Towards an intuitive high-performance consensus algorithm

Distributed consensus is the problem of how to reach decisions in asynchronous and unreliable distributed systems. The two most widely known algorithms are: Paxos, the traditional yet poorly understood solution; and Raft, the newcomer which democratised the understanding of distributed consensus.

Raft is one of the most influential papers of this decade in distributed systems and it has been tremendously successful in industry, with 50+ open source implementations including CoreOS’s etcd and HashiCorp’s Consul. Over the years, we have increasingly seen many efforts to optimise the performance of Raft (which I myself am also guilty of). The Raft paper makes clear that it prioritises understandability over performance. Fundamentally, what makes Raft so understandable – its strong leadership and focus on state machine replication – also makes it a poor basis for high-performance consensus. The vast existing literature on distributed consensus proposes many more efficient algorithms than Raft though, like Paxos, their presentation is often less understandable to the broader community. It is sad to see that such insightful research (EPaxos, Vertical Paxos, VR and Ring Paxos to name but a few) is being largely ignored in practice.
The question, therefore, arises: can we have a consensus algorithm which is both high-performance and intuitive to reason about?

Our latest draft, available now on arXiv, tries to take the first steps towards these goals. We present a new approach to reaching distributed consensus. We aim to improve performance and understandability by utilising two key weapons: generality and immutability.

Weapon 1: Generality

Instead of proposing a single concrete algorithm optimised for a particular scenario, we provide a set of rules which, if followed, allow any algorithm to safely implement consensus. It is well understood that compromise is inevitable in distributed consensus, our aim is to enable engineers to choose their tradeoffs by customising the consensus algorithm to meet their particular needs.

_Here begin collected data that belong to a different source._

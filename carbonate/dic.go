package carbonate

import "math"

// IonicInput says how the ionic strength of a raw water is known.
type IonicInput struct {
	// Measured is the ionic strength from conductivity or dissolved solids,
	// mol/L; 0 means that it is to be summed from the ions.
	Measured float64
}

// Ionic strength from bulk readings, after Snoeyink & Jenkins, Water Chemistry
// (from memory): 1.6e-5 per uS/cm at 25 C and 2.5e-5 per mg/L of dissolved solids.
const (
	ionicPerSiemensMetre = 1.6e-5 * 1e4 // mol/L per S/m
	ionicPerKilogramM3   = 2.5e-5 * 1e3 // mol/L per kg/m3
)

// IonicStrengthFromConductivity gives mol/L from S/m at 25 C.
func IonicStrengthFromConductivity(siemensPerMetre float64) float64 {
	return ionicPerSiemensMetre * siemensPerMetre
}

// IonicStrengthFromSolids gives mol/L from kg/m3 of total dissolved solids.
func IonicStrengthFromSolids(kgPerM3 float64) float64 { return ionicPerKilogramM3 * kgPerM3 }

// ChargeBalance is the charge of all ions of a water, eq/L, positive where
// cations exceed anions. Alkalinity being the proton condition, it needs no
// speciation: the reference species' charge less the alkalinity.
func (w *Water) ChargeBalance() float64 {
	q := -w.Alkalinity
	for i, v := range w.Totals {
		q += components[i].charge * v
	}
	return q
}

// FromPH solves a water whose pH and alkalinity are known for its inorganic
// carbon. w.Totals[Carbon] and w.Background are results, not input.
//
// The ionic strength is the measured one where given: what the species do not
// explain becomes the constant Background. Where they need more than was
// measured the ions win and ionsWin is true. Without a measurement the charge
// imbalance is closed by a monovalent ion, half of which is the Background.
//
// Errors: *RangeError, ErrAlkalinityBelowPH, ErrChlorineWithAmmonia.
func (k *Constants) FromPH(pH float64, w Water, in IonicInput) (s State, ionsWin bool, err error) {
	w.Totals[Carbon], w.Background = 0, 0
	if err := check(&w); err != nil {
		return State{}, false, err
	}
	if !(pH >= 0 && pH <= 14) {
		return State{}, false, &RangeError{"pH", pH, 0, 14}
	}
	ionsWin, err = k.fromPH(&s, math.Exp(-pH*math.Ln10), &w, in)
	if err != nil {
		return State{}, ionsWin, err
	}
	s.PH = pH
	return s, ionsWin, nil
}

func (k *Constants) fromPH(s *State, h float64, w *Water, in IonicInput) (ionsWin bool, err error) {
	s.Water = *w
	s.Water.Kelvin = k.Kelvin
	p := &s.p
	background := 0.0
	if in.Measured == 0 {
		background = math.Abs(w.ChargeBalance()) / 2
	}
	p.start(k, &w.Totals, background)
	p.setH(h)
	if in.Measured > 0 {
		if in.Measured > MaxIonicStrength {
			return false, &RangeError{"ionic strength", in.Measured, 0, MaxIonicStrength}
		}
		p.imposed, p.ionic = true, in.Measured
	} else {
		p.ionic = min(background+0.5*(p.inertI2+4*(p.ca+p.mg+p.so4)+math.Abs(w.Alkalinity)), MaxIonicStrength)
	}
	converged := p.converge(alkalinityGiven, w.Alkalinity)
	if p.imposed {
		background = in.Measured - p.explainedIonic()
		if background < 0 {
			ionsWin, background = true, 0
			p.imposed, p.background = false, 0
			converged = p.converge(alkalinityGiven, w.Alkalinity)
		}
	}
	p.imposed, p.background = false, background
	s.Water.Background = background
	if err := p.checkIonic(); err != nil {
		return ionsWin, err
	}
	// Rounding at the edge of no carbon at all is not the reader's fault.
	if p.forCarbon < -1e-12 {
		return ionsWin, ErrAlkalinityBelowPH
	}
	carbon := p.carbon()
	if !converged || math.IsNaN(carbon) {
		return ionsWin, ErrNoConvergence
	}
	p.t[Carbon] = carbon
	s.Water.Totals[Carbon] = carbon
	return ionsWin, nil
}
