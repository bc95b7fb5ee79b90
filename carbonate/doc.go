// Package carbonate models the carbonate system of a water: its pH, alkalinity
// and inorganic carbon, each from the other two, with temperature-dependent
// constants, activities, ion pairs and minor acids, and what follows from them.
// Pure functions on floats: no units text, no input or output.
//
// Conventions. pH is the hydrogen-ion activity. Amounts are mol/L (taken as
// mol/kg), alkalinity eq/L, temperature K. Alkalinity is the proton condition
// with reference species CO2, SO4, NH4+, H2PO4-, H4SiO4, B(OH)3, F-, HOCl and
// the uncharged organic acids:
//
//	Alk = -H + OH + HCO3 + 2CO3 + CaHCO3 + 2CaCO3 + MgHCO3 + 2MgCO3 + CaOH + MgOH
//	      - HSO4 - H3PO4 + HPO4 + 2PO4 + NH3 + H3SiO4 + B(OH)4 - HF + OCl
//	      + Ac + HCOO + H2Cit + 2HCit + 3Cit
//
// It is conserved by mixing, and dosing adds to it linearly.
//
// Range: 0 to 50 C, ionic strength to 0.5 mol/L. Outside, a *RangeError.
//
// Where to find a published method:
//
//	equilibrium constants        constants.go   ConstantsAt; sources beside each row
//	Davies activity equation     activity.go    activity.at
//	ion pairs, mass action       point.go       point.sweep
//	minor acids                  minors.go      point.sweepMinors
//	carbon from pH and Alk       dic.go         Constants.FromPH
//	pH from carbon and Alk       ph.go          Constants.Solve, SolveByBracket
//	either, carbon measured      carbon.go      Constants.FromCarbon, CarbonAt, AlkalinityAt
//	dose to a pH                 titrate.go     Constants.DoseToPH
//	Langelier index, exact       saturation.go  State.SaturationIndex
//	CCPP (SM 2330)               saturation.go  State.CCPP
//	buffer intensity, Van Slyke  buffer.go      State.BufferIntensity
//	CSMR, Larson ratio           ratios.go      Water.ChlorideSulfateRatio, LarsonRatio
//	blend by flow                blend.go       Blend
//	aeration                     aerate.go      State.Aerate
//
// Not here, on purpose: pairs of sodium and potassium (with them the standard
// buffers fit worse), CaHPO4 (its effect on alkalinity is at most the total
// phosphate), precipitation as a process in time, gas transfer rates, and
// reactions of chlorine beyond its own dissociation.
package carbonate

In the paper, we prove that Paxos implements these rule, as does our earlier work, Flexible Paxos and an interesting decentralised consensus algorithm called Fast Paxos. In moving to this generalised model, we also observe that algorithms such as Paxos and Fast Paxos are conservative in their approach and can be optimised accordingly.

Weapon 2: Immutability

The confusion around Paxos largely lies in its subtlety. We have been inspired by the recent trend to use immutable state to tame the complexity of systems and so we have applied this idea to consensus. We build our algorithm from persistent write-once registers and the guarantee that if a value is read from a register then that response is valid forever. From this simple primitive, we can construct consensus algorithms with the aim to make reasoning about safety so intuitive that it is clear, without formal proofs, why an algorithm is correct.


Our new draft, available here, proposes an immutable and generalised approach to reaching distributed consensus over a single value. We prove that our approach is sufficiently general to encode Paxos, Flexible Paxos and Fast Paxos as well as opening the door to a board spectrum of new solutions to distributed consensus. Our hope is that in the future this new perspective on consensus may be used to express more algorithms from the academic literature and thus effectively communicate their insights to the broader community.